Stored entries
--------------------

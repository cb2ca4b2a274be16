package service

import (
	"context"
	"errors"
	"fmt"
	"slices"

	pb "limitary/api/limitary/v1"
	"limitary/internal/definition"
	"limitary/internal/judge"
	"limitary/internal/store"
)

// PostResults stores control results and judges them, each row answered in order.
func (s *EvaluationService) PostResults(ctx context.Context, in *pb.PostResultsRequest) (*pb.PostResultsResponse, error) {
	who, err := actor(ctx)
	if err != nil {
		return nil, err
	}
	if err := tooMany("results", len(in.Results), ResultsMax, "results"); err != nil {
		return nil, err
	}
	if len(in.Results) == 0 {
		return nil, definition.Invalid("results", "is empty; want 1 to %d results", ResultsMax)
	}
	results := make([]definition.Result, len(in.Results))
	var refused []*definition.Error
	for i, row := range in.Results {
		r, err := resultFromProto(row)
		if err == nil {
			err = checkSource(who, r.Source)
		}
		results[i] = r
		if err == nil {
			continue
		}
		var e *definition.Error
		if !errors.As(err, &e) {
			return nil, err
		}
		if refused == nil {
			refused = make([]*definition.Error, len(in.Results))
		}
		refused[i] = e.At(fmt.Sprintf("results[%d]", i))
	}
	answer, err := s.store.PostResults(ctx, who, results, in.AllOrNothing, refused)
	if err != nil {
		return nil, err
	}
	out := &pb.PostResultsResponse{Results: make([]*pb.PostedResult, len(answer.Rows)), Tracks: updatesToProto(answer.Tracks)}
	for i, p := range answer.Rows {
		out.Results[i] = postedToProto(i, in.Results[i], p)
	}
	return out, nil
}

// checkSource refuses a source that the key may not post as. A key that names no sources may post as any, also as one
// that another key names: only the sources of its own key bind a caller.
func checkSource(who store.Actor, source string) error {
	if len(who.Key.Sources) > 0 && !slices.Contains(who.Key.Sources, source) {
		return &definition.Error{Reason: definition.SourceNotOwn, Field: "source", Text: fmt.Sprintf("%q is none of the sources of key %s", clip(source), who.Key.ID)}
	}
	return nil
}

func checkResultKey(chart, source, sourceID string) error {
	return first(definition.CheckSlug("chart", chart), checkName("source", source, 1), checkName("source_id", sourceID, 1))
}

// GetResult gives a result with all its revisions and the verdicts each has had.
func (s *EvaluationService) GetResult(ctx context.Context, in *pb.GetResultRequest) (*pb.GetResultResponse, error) {
	who, err := actor(ctx)
	if err = first(err, checkResultKey(in.Chart, in.Source, in.SourceId)); err != nil {
		return nil, err
	}
	r, revisions, err := s.store.GetResult(ctx, who, in.Chart, in.Source, in.SourceId)
	if err != nil {
		return nil, err
	}
	out := &pb.GetResultResponse{Result: storedToProto(r), Revisions: make([]*pb.ResultRevision, len(revisions))}
	for i, rev := range revisions {
		out.Revisions[i] = revisionToProto(rev)
	}
	return out, nil
}

// ListResults gives the results of a chart in the order they are judged.
func (s *EvaluationService) ListResults(ctx context.Context, in *pb.ListResultsRequest) (*pb.ListResultsResponse, error) {
	who, err := actor(ctx)
	if err = first(err, definition.CheckSlug("chart", in.Chart), checkName("lot", in.Lot, 0)); err != nil {
		return nil, err
	}
	p, err := readPage(in.PageSize, in.PageToken)
	if err != nil {
		return nil, err
	}
	from, to, err := readBetween(in.From, in.To)
	if err != nil {
		return nil, err
	}
	filter := store.ResultFilter{Chart: in.Chart, Lot: in.Lot, From: from, To: to, IncludeVoided: in.IncludeVoided, Descending: in.Descending}
	found, next, err := s.store.ListResults(ctx, who, filter, p)
	if err != nil {
		return nil, err
	}
	return &pb.ListResultsResponse{Results: storedAllToProto(found), NextPageToken: next}, nil
}

// GetRun gives the results of one analytical run.
func (s *EvaluationService) GetRun(ctx context.Context, in *pb.GetRunRequest) (*pb.GetRunResponse, error) {
	who, err := actor(ctx)
	if err = first(err, checkName("run_id", in.RunId, 1)); err != nil {
		return nil, err
	}
	from, to, err := readBetween(in.From, in.To)
	if err != nil {
		return nil, err
	}
	found, err := s.store.GetRun(ctx, who, in.RunId, from, to)
	if err != nil {
		return nil, err
	}
	return &pb.GetRunResponse{Results: storedAllToProto(found), Standing: standingToProto(runStanding(found))}, nil
}

// runStanding gives the worst standing of a run. A control that was not judged leaves the run not judged, unless
// another one is worse than clear. Voided results have no say.
func runStanding(found []store.StoredResult) judge.Standing {
	worst, unjudged := judge.NotJudged, false
	for _, r := range found {
		if r.Voided {
			continue
		}
		worst = max(worst, r.Verdict.Standing)
		unjudged = unjudged || r.Verdict.Standing == judge.NotJudged
	}
	if worst == judge.Clear && unjudged {
		return judge.NotJudged
	}
	return worst
}
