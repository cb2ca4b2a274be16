package service

import (
	"context"
	"sync"

	pb "limitary/api/limitary/v1"
	"limitary/internal/rules"
)

// catalogue is the published sets by id, made once: they never change. Nobody may change what it holds.
var catalogue = sync.OnceValue(func() map[string]rules.Set {
	sets := map[string]rules.Set{}
	for _, s := range rules.Sets() {
		sets[s.ID] = s
	}
	return sets
})

// RuleService shows the catalogue of rules.
type RuleService struct {
	pb.UnimplementedRuleServiceServer
}

// ListRules gives the published sets in the order of the catalogue.
func (*RuleService) ListRules(context.Context, *pb.ListRulesRequest) (*pb.ListRulesResponse, error) {
	out := &pb.ListRulesResponse{Judges: []int32{rules.JudgeNumber}}
	for _, s := range rules.Sets() {
		set := &pb.RuleSet{Id: s.ID, Title: s.Title, Source: s.Source, Provenance: s.Provenance, Default: s.ID == rules.DefaultSet}
		for _, spec := range s.Rules {
			means, look := spec.Advice()
			set.Rules = append(set.Rules, &pb.CatalogueRule{Spec: specToProto(spec), Description: spec.Describe(), Means: means, LookFirst: look})
		}
		out.RuleSets = append(out.RuleSets, set)
	}
	return out, nil
}
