package service

import (
	"errors"
	"math"
	"slices"
	"strings"

	pb "limitary/api/limitary/v1"
	"limitary/internal/chart"
	"limitary/internal/definition"
	"limitary/internal/limits"
	"limitary/internal/rules"
	"limitary/internal/runlength"
)

// WorkloadTracksMax and WorkloadPointsPerDayMax bound a workload.
const (
	WorkloadTracksMax       = 1_000_000
	WorkloadPointsPerDayMax = 100_000.0
)

// runLengthFromProto reads a request. Numbers are checked by package runlength, whose errors name the same fields.
func runLengthFromProto(in *pb.RunLengthRequest) (*runLengthQuestion, error) {
	q := &runLengthQuestion{rates: in.Rates, marginal: in.MarginalTable, workload: in.Workload}
	var err error
	if q.request.Kind, err = kindFromProto("kind", in.Kind); err != nil {
		return nil, err
	}
	if err := q.traces(in); err != nil {
		return nil, err
	}
	r := &q.request
	switch {
	case in.Consequence < pb.Consequence_CONSEQUENCE_UNSPECIFIED || in.Consequence > pb.Consequence_CONSEQUENCE_STOP:
		return nil, definition.Invalid("consequence", "%d: no such value", in.Consequence)
	case in.ShiftUnit < 0 || in.ShiftUnit > pb.ShiftUnit_SHIFT_UNIT_PROCESS_SIGMAS:
		return nil, definition.Invalid("shift_unit", "%d: no such value", in.ShiftUnit)
	case in.Start < 0 || in.Start > pb.RunStart_RUN_START_STEADY_STATE:
		return nil, definition.Invalid("start", "%d: no such value", in.Start)
	}
	r.Ends = rules.Consequence(in.Consequence)
	r.ShiftUnit = runlength.ShiftUnit(max(0, in.ShiftUnit-pb.ShiftUnit_SHIFT_UNIT_STANDARD_ERRORS))
	r.Start = runlength.Start(max(0, in.Start-pb.RunStart_RUN_START_FRESH))
	r.Shifts, r.Quantiles, r.SubgroupSize = in.Shifts, in.Quantiles, int(in.SubgroupSize)
	r.Seed, r.SimulationRuns = uint64(in.Seed), int(in.SimulationRuns)
	for _, n := range in.HorizonsPoints {
		r.Horizons = append(r.Horizons, int(n))
	}
	if in.SigmaRatio != nil {
		if r.SigmaRatio = *in.SigmaRatio; r.SigmaRatio == 0 { // which stands for one that is not given
			return nil, definition.Invalid("sigma_ratio", "0: want %v to %v", runlength.SigmaRatioMin, runlength.SigmaRatioMax)
		}
	}
	if r.Data, err = runLengthData(in.Data); err != nil {
		return nil, under("data", err)
	}
	return q, q.extras(in)
}

// traces reads the rules, for one trace or for those of a chart.
func (q *runLengthQuestion) traces(in *pb.RunLengthRequest) (err error) {
	q.plain = len(in.Rules) > 0 || in.RuleSet != ""
	switch {
	case q.plain && in.Location != nil:
		return definition.Invalid("location", "rules or rule_set are given as well; name the rules of the location trace once")
	case q.plain:
		q.request.Location, err = runLengthTrace(&pb.RunLengthTrace{Rules: in.Rules, RuleSet: in.RuleSet})
	case in.Location != nil:
		q.request.Location, err = runLengthTrace(in.Location)
		err = under("location", err)
	}
	if err == nil && in.Dispersion != nil {
		q.request.Dispersion, err = runLengthTrace(in.Dispersion)
		err = under("dispersion", err)
	}
	return err
}

// runLengthTrace reads the rules of one trace.
func runLengthTrace(in *pb.RunLengthTrace) (t runlength.Trace, err error) {
	switch {
	case len(in.Rules) > 0 && in.RuleSet != "":
		return t, definition.Invalid("rule_set", "rules are given as well; give one of the two")
	case in.RuleSet != "":
		set, ok := catalogue()[in.RuleSet]
		if !ok {
			return t, definition.Invalid("rule_set", "%q: there is no such set", clip(in.RuleSet))
		}
		t.Rules = slices.Clone(set.Rules)
	default:
		if t.Rules, err = specsFromProto("rules", in.Rules); err != nil {
			return t, err
		}
	}
	if in.Lines == nil {
		return t, nil
	}
	l := runlength.CustomaryLines()
	names := map[string]struct {
		line  *float64
		given *float64
		never float64
	}{
		"lower_action": {&l.LowerAction, in.Lines.LowerAction, math.Inf(-1)}, "upper_action": {&l.UpperAction, in.Lines.UpperAction, math.Inf(1)},
		"lower_warning": {&l.LowerWarning, in.Lines.LowerWarning, math.Inf(-1)}, "upper_warning": {&l.UpperWarning, in.Lines.UpperWarning, math.Inf(1)},
	}
	for _, name := range []string{"lower_action", "upper_action", "lower_warning", "upper_warning"} {
		n := names[name]
		if n.given == nil {
			continue
		}
		if !(math.Abs(*n.given) <= rules.SigmasMax) {
			return t, definition.Invalid("lines."+name, "%v: want at most %v sigmas either way", *n.given, rules.SigmasMax)
		}
		*n.line = *n.given
	}
	for _, name := range in.Lines.Absent {
		n, ok := names[name]
		if !ok || n.given != nil {
			return t, definition.Invalid("lines.absent", "%q: want lower_action, upper_action, lower_warning or upper_warning, of a line that is not given", clip(name))
		}
		*n.line = n.never
	}
	t.Lines = &l
	return t, nil
}

func runLengthData(in *pb.RunLengthData) (d runlength.Data, err error) {
	if in == nil {
		return d, nil
	}
	d.Step, d.Correlation = in.RoundingStep, in.Correlation
	switch in.Shape {
	case pb.DataShape_DATA_SHAPE_UNSPECIFIED, pb.DataShape_DATA_SHAPE_NORMAL:
		if in.DegreesOfFreedom != 0 || in.GammaShape != 0 {
			return d, definition.Invalid("shape", "is not set; degrees_of_freedom needs STUDENT and gamma_shape needs GAMMA")
		}
	case pb.DataShape_DATA_SHAPE_STUDENT:
		d.Shape, d.Parameter = runlength.StudentShape, in.DegreesOfFreedom
	case pb.DataShape_DATA_SHAPE_GAMMA:
		d.Shape, d.Parameter = runlength.GammaShape, in.GammaShape
	default:
		return d, definition.Invalid("shape", "%d: no such value", in.Shape)
	}
	return d, nil
}

// extras reads what is asked for beside the rows.
func (q *runLengthQuestion) extras(in *pb.RunLengthRequest) error {
	if w := in.Workload; w != nil {
		if w.Tracks < 1 || w.Tracks > WorkloadTracksMax {
			return definition.Invalid("workload.tracks", "%d: want 1 to %d", w.Tracks, WorkloadTracksMax)
		}
		if !(w.PointsPerDay > 0 && w.PointsPerDay <= WorkloadPointsPerDayMax) {
			return definition.Invalid("workload.points_per_day", "%v: want more than 0 and at most %v", w.PointsPerDay, WorkloadPointsPerDayMax)
		}
	}
	if c := in.Choice; c != nil {
		q.choice = &runlength.ChoiceRequest{InControlARLMin: c.InControlArlMin, Shift: c.Shift}
		if c.BasisPoints != 0 {
			e, err := estimatorFromProto(c.Estimator)
			if err != nil {
				return under("choice", err)
			}
			q.choice.Basis = &runlength.Basis{Points: int(c.BasisPoints), Estimator: e}
		}
	}
	if l := in.RealLimits; l != nil {
		e, err := estimatorFromProto(l.Estimator)
		if err != nil {
			return under("real_limits", err)
		}
		q.real = &runlength.RealisedRequest{
			Basis: runlength.Basis{Points: int(l.BasisPoints), Estimator: e}, Shift: l.Shift, PowerPoints: int(l.PowerPoints),
			Assurance: l.GetAssurance(), Factor: l.GetFactor(),
		}
	}
	return nil
}

// refusal turns an error of package runlength into one of the contract; others pass.
func (q *runLengthQuestion) refusal(err error) error {
	var e *runlength.Error
	if !errors.As(err, &e) {
		return err
	}
	if e.Reason == runlength.TooCostly {
		return &definition.Error{Reason: definition.TooManyItems, Text: e.Problem + "; ask for less at a time, or for fewer rules"}
	}
	field := e.Field
	if q.plain {
		field = strings.TrimPrefix(field, chart.Location.String()+".")
	}
	return definition.Invalid(field, "%s", e.Problem)
}

var computations = map[runlength.Computation]pb.Computation{
	runlength.Exact: pb.Computation_COMPUTATION_EXACT, runlength.ExactOrder: pb.Computation_COMPUTATION_QUADRATURE,
	runlength.IntegralEquation: pb.Computation_COMPUTATION_INTEGRAL_EQUATION, runlength.Simulation: pb.Computation_COMPUTATION_SIMULATION,
}

func rowToProto(r *runlength.Row, quantiles []float64, horizons []int) *pb.RunLengthRow {
	out := &pb.RunLengthRow{
		Shift: r.Shift, ShiftStandardErrors: r.ShiftStandardErrors, Arl: r.ARL, Sdrl: r.SDRL,
		Computation: computations[r.Computation], ErrorBound: r.ErrorBound, SimulatedRuns: int32(r.Runs), HeadStartWithin_20Points: r.HeadStartWithin,
	}
	if r.Computation == runlength.Simulation {
		out.StandardError = &r.StandardError
	}
	for i := range min(len(quantiles), len(r.Quantiles)) {
		out.Quantiles = append(out.Quantiles, &pb.RunLengthQuantile{Probability: quantiles[i], Points: r.Quantiles[i]})
	}
	for i := range min(len(horizons), len(r.Within)) {
		out.Within = append(out.Within, &pb.SignalWithin{Points: int32(horizons[i]), Probability: r.Within[i]})
	}
	return out
}

func ratesToProto(r *runlength.Rates) *pb.SignalRates {
	out := &pb.SignalRates{
		PointsFlaggedPer_1000: r.PointsFlaggedPer1000, SignalsOpenedPer_1000: r.SignalsOpenedPer1000, Computation: computations[r.Computation],
		PointsFlaggedErrorBound: r.FlaggedErrorBound, SignalsOpenedErrorBound: r.OpenedErrorBound,
	}
	for _, rule := range r.Rules {
		out.Rules = append(out.Rules, &pb.RuleRates{Rule: rule.ID, Trace: roleToProto(rule.Trace),
			PointsFlaggedPer_1000: rule.PointsFlaggedPer1000, SignalsOpenedPer_1000: rule.SignalsOpenedPer1000})
	}
	return out
}

func spreadToProto(s runlength.Spread) *pb.Spread {
	return &pb.Spread{Low: s.Low, Median: s.Median, High: s.High}
}

func realisedToProto(r *runlength.Realised) *pb.RealLimits {
	out := &pb.RealLimits{
		NominalArl: r.Nominal.ARL, Arl: spreadToProto(r.ARL), FalseAlarmsPer_1000: spreadToProto(r.FalseAlarmsPer1000),
		NominalShiftedArl: r.NominalShifted.ARL, ShiftedArl: spreadToProto(r.ShiftedARL),
		PowerPoints: int32(r.PowerPoints), NominalPower: r.NominalPower, Power: spreadToProto(r.Power),
		DegreesOfFreedom: r.DegreesOfFreedom, Assurance: r.Assurance, Factor: r.Factor,
		RelativeError: r.RelativeError, Computation: computations[r.Computation],
	}
	if r.PointsNeeded > 0 {
		needed := int32(r.PointsNeeded)
		out.PointsNeeded = &needed
	}
	return out
}

// RuleSpecs writes rules as the contract has them, for commands that need no service.
func RuleSpecs(specs []rules.Spec) []*pb.RuleSpec { return specsToProto(specs) }

// EstimatorValue gives the contract's value of an estimator.
func EstimatorValue(e limits.Estimator) pb.Estimator {
	for value, domain := range estimators {
		if domain == e {
			return value
		}
	}
	return pb.Estimator_ESTIMATOR_UNSPECIFIED
}
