package service

import (
	"context"
	"errors"

	"google.golang.org/genproto/googleapis/rpc/errdetails"
	"google.golang.org/grpc/codes"
	"google.golang.org/grpc/status"
	"google.golang.org/protobuf/protoadapt"

	pb "limitary/api/limitary/v1"
	"limitary/internal/definition"
	"limitary/internal/store"
)

// Domain is the domain of every ErrorInfo.
const Domain = "limitary"

// codeOf gives each reason its code. The codes are chosen for their HTTP face too: FAILED_PRECONDITION is 400, ABORTED
// and ALREADY_EXISTS are 409.
var codeOf = map[definition.Reason]codes.Code{
	definition.InvalidField:        codes.InvalidArgument,
	definition.TooManyItems:        codes.InvalidArgument,
	definition.Unauthenticated:     codes.Unauthenticated,
	definition.RoleMissing:         codes.PermissionDenied,
	definition.NotFound:            codes.NotFound,
	definition.AlreadyExists:       codes.AlreadyExists,
	definition.RevisionMismatch:    codes.Aborted,
	definition.RequestIDReused:     codes.AlreadyExists,
	definition.ChartArchived:       codes.FailedPrecondition,
	definition.WrongState:          codes.FailedPrecondition,
	definition.DigestMismatch:      codes.FailedPrecondition,
	definition.SamePrincipal:       codes.PermissionDenied,
	definition.Retroactive:         codes.FailedPrecondition,
	definition.PatternsNotAccepted: codes.FailedPrecondition,
	definition.Conflict:            codes.AlreadyExists,
	definition.WrongUnit:           codes.InvalidArgument,
	definition.WrongReadingCount:   codes.InvalidArgument,
	definition.TimeInFuture:        codes.InvalidArgument,
	definition.TimeWithoutOffset:   codes.InvalidArgument,
	definition.NoVersionInForce:    codes.FailedPrecondition,
	definition.LimitsNotComputable: codes.InvalidArgument,
	definition.NothingToDo:         codes.FailedPrecondition,
	definition.BatchRefused:        codes.Aborted,
	definition.Unavailable:         codes.Unavailable,
	definition.Internal:            codes.Internal,
	definition.SourceNotOwn:        codes.PermissionDenied,
	definition.CautionNotAccepted:  codes.FailedPrecondition,
	definition.Deadline:            codes.DeadlineExceeded,
}

// reasonPrefix turns a domain reason into the name of its enum value.
const reasonPrefix = "ERROR_REASON_"

// reasonToProto gives the contract's value of a reason.
func reasonToProto(r definition.Reason) pb.ErrorReason {
	return pb.ErrorReason(pb.ErrorReason_value[reasonPrefix+string(r)])
}

// ToStatus turns what a method returned into the status its caller gets. Private is the cause where it must not be told:
// the caller reads a general text and the request id, the log holds the rest.
func ToStatus(err error, requestID string) (s *status.Status, private error) {
	var refusal *definition.Error
	switch {
	case err == nil:
		return status.New(codes.OK, ""), nil
	case errors.As(err, &refusal):
		if _, known := codeOf[refusal.Reason]; known {
			return refusalStatus(refusal, requestID), nil
		}
	case errors.Is(err, context.DeadlineExceeded):
		return withInfo(codes.DeadlineExceeded, "the deadline passed before the answer; repeating the request is safe", definition.Deadline, requestID), err
	case errors.Is(err, context.Canceled):
		return withInfo(codes.Canceled, "the caller went away before the answer; repeating the request is safe", definition.Deadline, requestID), err
	case store.Unavailable(err):
		return withInfo(codes.Unavailable, "the database cannot be reached; repeating the request later is safe", definition.Unavailable, requestID), err
	}
	if s, ok := status.FromError(err); ok { // made by the transport or by the server itself
		return s, nil
	}
	return withInfo(codes.Internal, "a fault of the service; its log tells more under request id "+requestID, definition.Internal, requestID), err
}

func withInfo(code codes.Code, text string, why definition.Reason, requestID string) *status.Status {
	return detailed(status.New(code, text), info(why, nil), &errdetails.RequestInfo{RequestId: requestID})
}

func refusalStatus(e *definition.Error, requestID string) *status.Status {
	details := []protoadapt.MessageV1{info(e.Reason, e.Meta), &errdetails.RequestInfo{RequestId: requestID}}
	if e.Field != "" {
		details = append(details, &errdetails.BadRequest{FieldViolations: []*errdetails.BadRequest_FieldViolation{
			{Field: e.Field, Description: e.Text, Reason: reasonPrefix + string(e.Reason)},
		}})
	}
	return detailed(status.New(codeOf[e.Reason], e.Error()), details...)
}

func info(why definition.Reason, meta map[string]string) *errdetails.ErrorInfo {
	return &errdetails.ErrorInfo{Reason: reasonPrefix + string(why), Domain: Domain, Metadata: meta}
}

func detailed(s *status.Status, details ...protoadapt.MessageV1) *status.Status {
	full, err := s.WithDetails(details...)
	if err != nil {
		return s // only a status of OK or a detail that cannot be encoded does that
	}
	return full
}

// ReasonOf gives the reason a status carries, "" where it has none.
func ReasonOf(s *status.Status) string {
	for _, d := range s.Details() {
		if i, ok := d.(*errdetails.ErrorInfo); ok && i.Domain == Domain {
			return i.Reason
		}
	}
	return ""
}

// under moves a refusal below a parent field; other errors pass.
func under(parent string, err error) error {
	var e *definition.Error
	if errors.As(err, &e) {
		return e.At(parent)
	}
	return err
}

--------------------

_Work item:_
Copy the lines above exactly, from the very first through the one containing "answered in order.", and include no other line.

_Expected answer:_
repository cb2ca4b2a274be16
package service

import (
	"context"
	"errors"
	"fmt"
	"slices"

	pb "limitary/api/limitary/v1"
	"limitary/internal/definition"
	"limitary/internal/judge"
	"limitary/internal/store"
)

// PostResults stores control results and judges them, each row answered in order.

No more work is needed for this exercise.